Stabilität bei Änderungen der Lebensumstände: Menschen durchleben im Laufe ihres Lebens verschiedene Phasen und Umstände, die ihren Versicherungsbedarf, aber auch ihre finanziellen Möglichkeiten verändern können. Es ist moralisch geboten, dass Versicherer flexibel auf diese Veränderungen reagieren und ihren Kunden weiterhin angemessenen Schutz bieten, ohne sie finanziell zu überfordern oder sie im Stich zu lassen, wenn sie am meisten auf den Schutz angewiesen sind. Resilienz bezieht sich also nicht nur auf die äußeren, sondern auch auf die inneren Lebensumstände der Kund*innen.
Aktuar*innen als Gestalter der Nachhaltigkeit
Letztlich gehört auch eine transparente und verständliche Kommunikation dazu. Greenwashing muss unter allen Umständen vermieden werden. Dazu muss der Kunde und die Kundin verstehen, was versicherbar ist und was nicht. Auch das gehört zur sozialen Verantwortung des Unternehmens – und definiert einen sauberen und fairen Beratungsprozess.

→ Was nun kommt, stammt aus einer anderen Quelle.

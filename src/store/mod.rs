//! The SQLite store: the only module that speaks SQL. One file, WAL mode, a schema version
//! and forward migrations. A frame and its stars are written in one transaction, and a
//! path holds one record: the same file (path, size, modification time) is recorded
//! once however often the daemon is killed and restarted, and a newer version of a file
//! replaces its earlier record, stars and verdict. Files being read are remembered, so
//! one that was in the reader when the process died is not retried for ever.

use std::path::{Path, PathBuf};

use rusqlite::{params, Connection, OptionalExtension};
use serde::Serialize;

use crate::measure::Rejected;
use crate::night::judge::Placement;
use crate::record::{FrameRecord, FrameStatus, Identity, StarRecord};

#[derive(Debug, thiserror::Error)]
pub enum StoreError {
    #[error("another subwatch daemon (process {pid}) is using the store {path}; stop it first, or give this one a store of its own")]
    InUse { path: PathBuf, pid: String },
    #[error("store {path}: cannot take the daemon's lock {lock}: {source}")]
    Lock {
        path: PathBuf,
        lock: PathBuf,
        #[source]
        source: std::io::Error,
    },
    #[error("store {path}: {source}")]
    Sqlite {
        path: PathBuf,
        #[source]
        source: rusqlite::Error,
    },
    #[error("store {path}: schema version {found} is newer than this program understands ({known}); upgrade subwatch")]
    TooNew {
        path: PathBuf,
        found: i64,
        known: i64,
    },
}

/// A message in the outbox: formatted bytes (RFC 5322) and the envelope.
#[derive(Debug, Clone, PartialEq)]
pub struct OutboxMessage {
    pub subject: String,
    pub from: String,
    pub to: Vec<String>,
    pub bytes: Vec<u8>,
}

/// A row for reports and status.
#[derive(Debug, Clone, Serialize)]
pub struct StoredFrame {
    pub id: i64,
    pub path: String,
    pub status: String,
    pub error: Option<String>,
    pub night: Option<String>,
    pub target: Option<String>,
    pub filter: Option<String>,
    pub time_unix: Option<f64>,
    pub metrics: Option<serde_json::Value>,
    pub recorded_at: f64,
}

/// What places a frame in its group, for judging it.
#[derive(Debug, Clone, PartialEq)]
pub struct GroupKey {
    pub night: Option<String>,
    pub target: Option<String>,
    pub filter: Option<String>,
    pub ok: bool,
    pub skipped: bool,
}

/// A group's target and filter (either may be unknown).
pub type TargetFilter = (Option<String>, Option<String>);

/// Counts for `subwatch status`.
#[derive(Debug, Clone, Default, Serialize)]
pub struct NightCounts {
    pub frames: i64,
    pub measured: i64,
    pub errors: i64,
    pub skipped: i64,
    pub warned: i64,
    pub rejected: i64,
    pub last_frame_time_unix: Option<f64>,
    pub last_recorded_unix: Option<f64>,
}

pub const SCHEMA_VERSION: i64 = 6;

const MIGRATIONS: &[&str] = &[
    // 1: frames, their stars and rejected detections, and a key-value table.
    "CREATE TABLE meta (key TEXT PRIMARY KEY, value TEXT NOT NULL);
     CREATE TABLE frames (
        id INTEGER PRIMARY KEY,
        path TEXT NOT NULL,
        size INTEGER NOT NULL,
        mtime_ns INTEGER NOT NULL,
        status TEXT NOT NULL,
        error TEXT,
        night TEXT,
        target TEXT,
        filter TEXT,
        time_unix REAL,
        header_json TEXT,
        metrics_json TEXT,
        star_count INTEGER,
        fwhm_px REAL,
        eccentricity REAL,
        background_adu REAL,
        noise_adu REAL,
        recorded_at REAL NOT NULL,
        UNIQUE (path, size, mtime_ns)
     );
     CREATE INDEX frames_night ON frames (night, target, filter);
     CREATE TABLE stars (
        frame_id INTEGER NOT NULL REFERENCES frames (id) ON DELETE CASCADE,
        x REAL NOT NULL, y REAL NOT NULL, flux REAL, fwhm_px REAL, eccentricity REAL,
        snr REAL, ra_deg REAL, dec_deg REAL, r REAL, g REAL, b REAL
     );
     CREATE INDEX stars_frame ON stars (frame_id);
     CREATE TABLE rejected (
        frame_id INTEGER NOT NULL REFERENCES frames (id) ON DELETE CASCADE,
        x REAL NOT NULL, y REAL NOT NULL, kind TEXT NOT NULL, peak_adu REAL
     );",
    // 2: each frame's WCS; the catalogue of persistent sources each night, per target,
    // against which later nights look for new sources.
    "ALTER TABLE frames ADD COLUMN wcs_json TEXT;
     ALTER TABLE stars ADD COLUMN flux_err REAL;
     ALTER TABLE stars ADD COLUMN blended INTEGER;
     ALTER TABLE frames ADD COLUMN verdict TEXT;
     ALTER TABLE frames ADD COLUMN transparency_loss_mag REAL;
     ALTER TABLE frames ADD COLUMN registration_rms_px REAL;
     ALTER TABLE frames ADD COLUMN reasons_json TEXT;
     CREATE TABLE catalog_nights (
        target TEXT NOT NULL, night TEXT NOT NULL, limit_mag REAL NOT NULL,
        footprint_json TEXT,
        PRIMARY KEY (target, night)
     );
     CREATE TABLE catalog (
        target TEXT NOT NULL, night TEXT NOT NULL,
        ra_deg REAL NOT NULL, dec_deg REAL NOT NULL, mag REAL
     );
     CREATE INDEX catalog_target ON catalog (target, night);",
    // 3: the mail outbox. A message waits here until the server took it, across
    // restarts, so a summary is never lost.
    "CREATE TABLE outbox (
        id INTEGER PRIMARY KEY,
        created_unix REAL NOT NULL,
        subject TEXT NOT NULL,
        envelope_from TEXT NOT NULL,
        envelope_to TEXT NOT NULL,
        message BLOB NOT NULL,
        status TEXT NOT NULL DEFAULT 'queued',
        attempts INTEGER NOT NULL DEFAULT 0,
        next_attempt_unix REAL NOT NULL,
        last_error TEXT,
        done_unix REAL
     );",
    // 4: live alerts sent, which also carry the rate limit across restarts.
    "CREATE TABLE alerts (
        id INTEGER PRIMARY KEY,
        night TEXT NOT NULL,
        kind TEXT NOT NULL,
        created_unix REAL NOT NULL,
        message TEXT NOT NULL
     );",
    // 5: one record per path (a rewritten file replaces its record; where a file was
    // recorded twice before, the newer record stays), and the files being read, which
    // outlive a crash of the process reading them.
    "DELETE FROM frames WHERE id NOT IN (SELECT MAX(id) FROM frames GROUP BY path);
     CREATE UNIQUE INDEX frames_path ON frames (path);
     CREATE TABLE reading (
        path TEXT PRIMARY KEY,
        size INTEGER NOT NULL,
        mtime_ns INTEGER NOT NULL,
        started_unix REAL NOT NULL,
        interruptions INTEGER NOT NULL DEFAULT 0
     );",
    // 6: each frame's placement on its group's reference (the night model's first step,
    // kept so a live verdict registers only the new frame), and the verdict it got live.
    "ALTER TABLE frames ADD COLUMN placement_json TEXT;
     ALTER TABLE frames ADD COLUMN live_verdict TEXT;
     ALTER TABLE frames ADD COLUMN live_reasons_json TEXT;",
];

Dieses erweiterte Selbstverständnis, das Aktuar*innen als Architekt*innen sozialer Nachhaltigkeit neu positioniert, erfordert also nicht nur mathematisches Können, sondern auch eine tiefgreifende Professionsethik, die Gerechtigkeit, Fürsorge und Verlässlichkeit in den Mittelpunkt tagtäglicher Arbeit stellt. Das macht den Job nicht einfacher, erhöht aber die Attraktivität des Berufsstands – gerade für junge Fach- und Führungskräfte – und stärkt damit die öffentliche Wahrnehmung. Damit treten Aktuar*innen aus dem Schattendasein heraus – und werden zu unverzichtbaren Gestalter*innen einer nachhaltigen Zukunft.
*Auf Wunsch des Gastautors wird in diesem Artikel eine gendergerechte Sprache verwendet.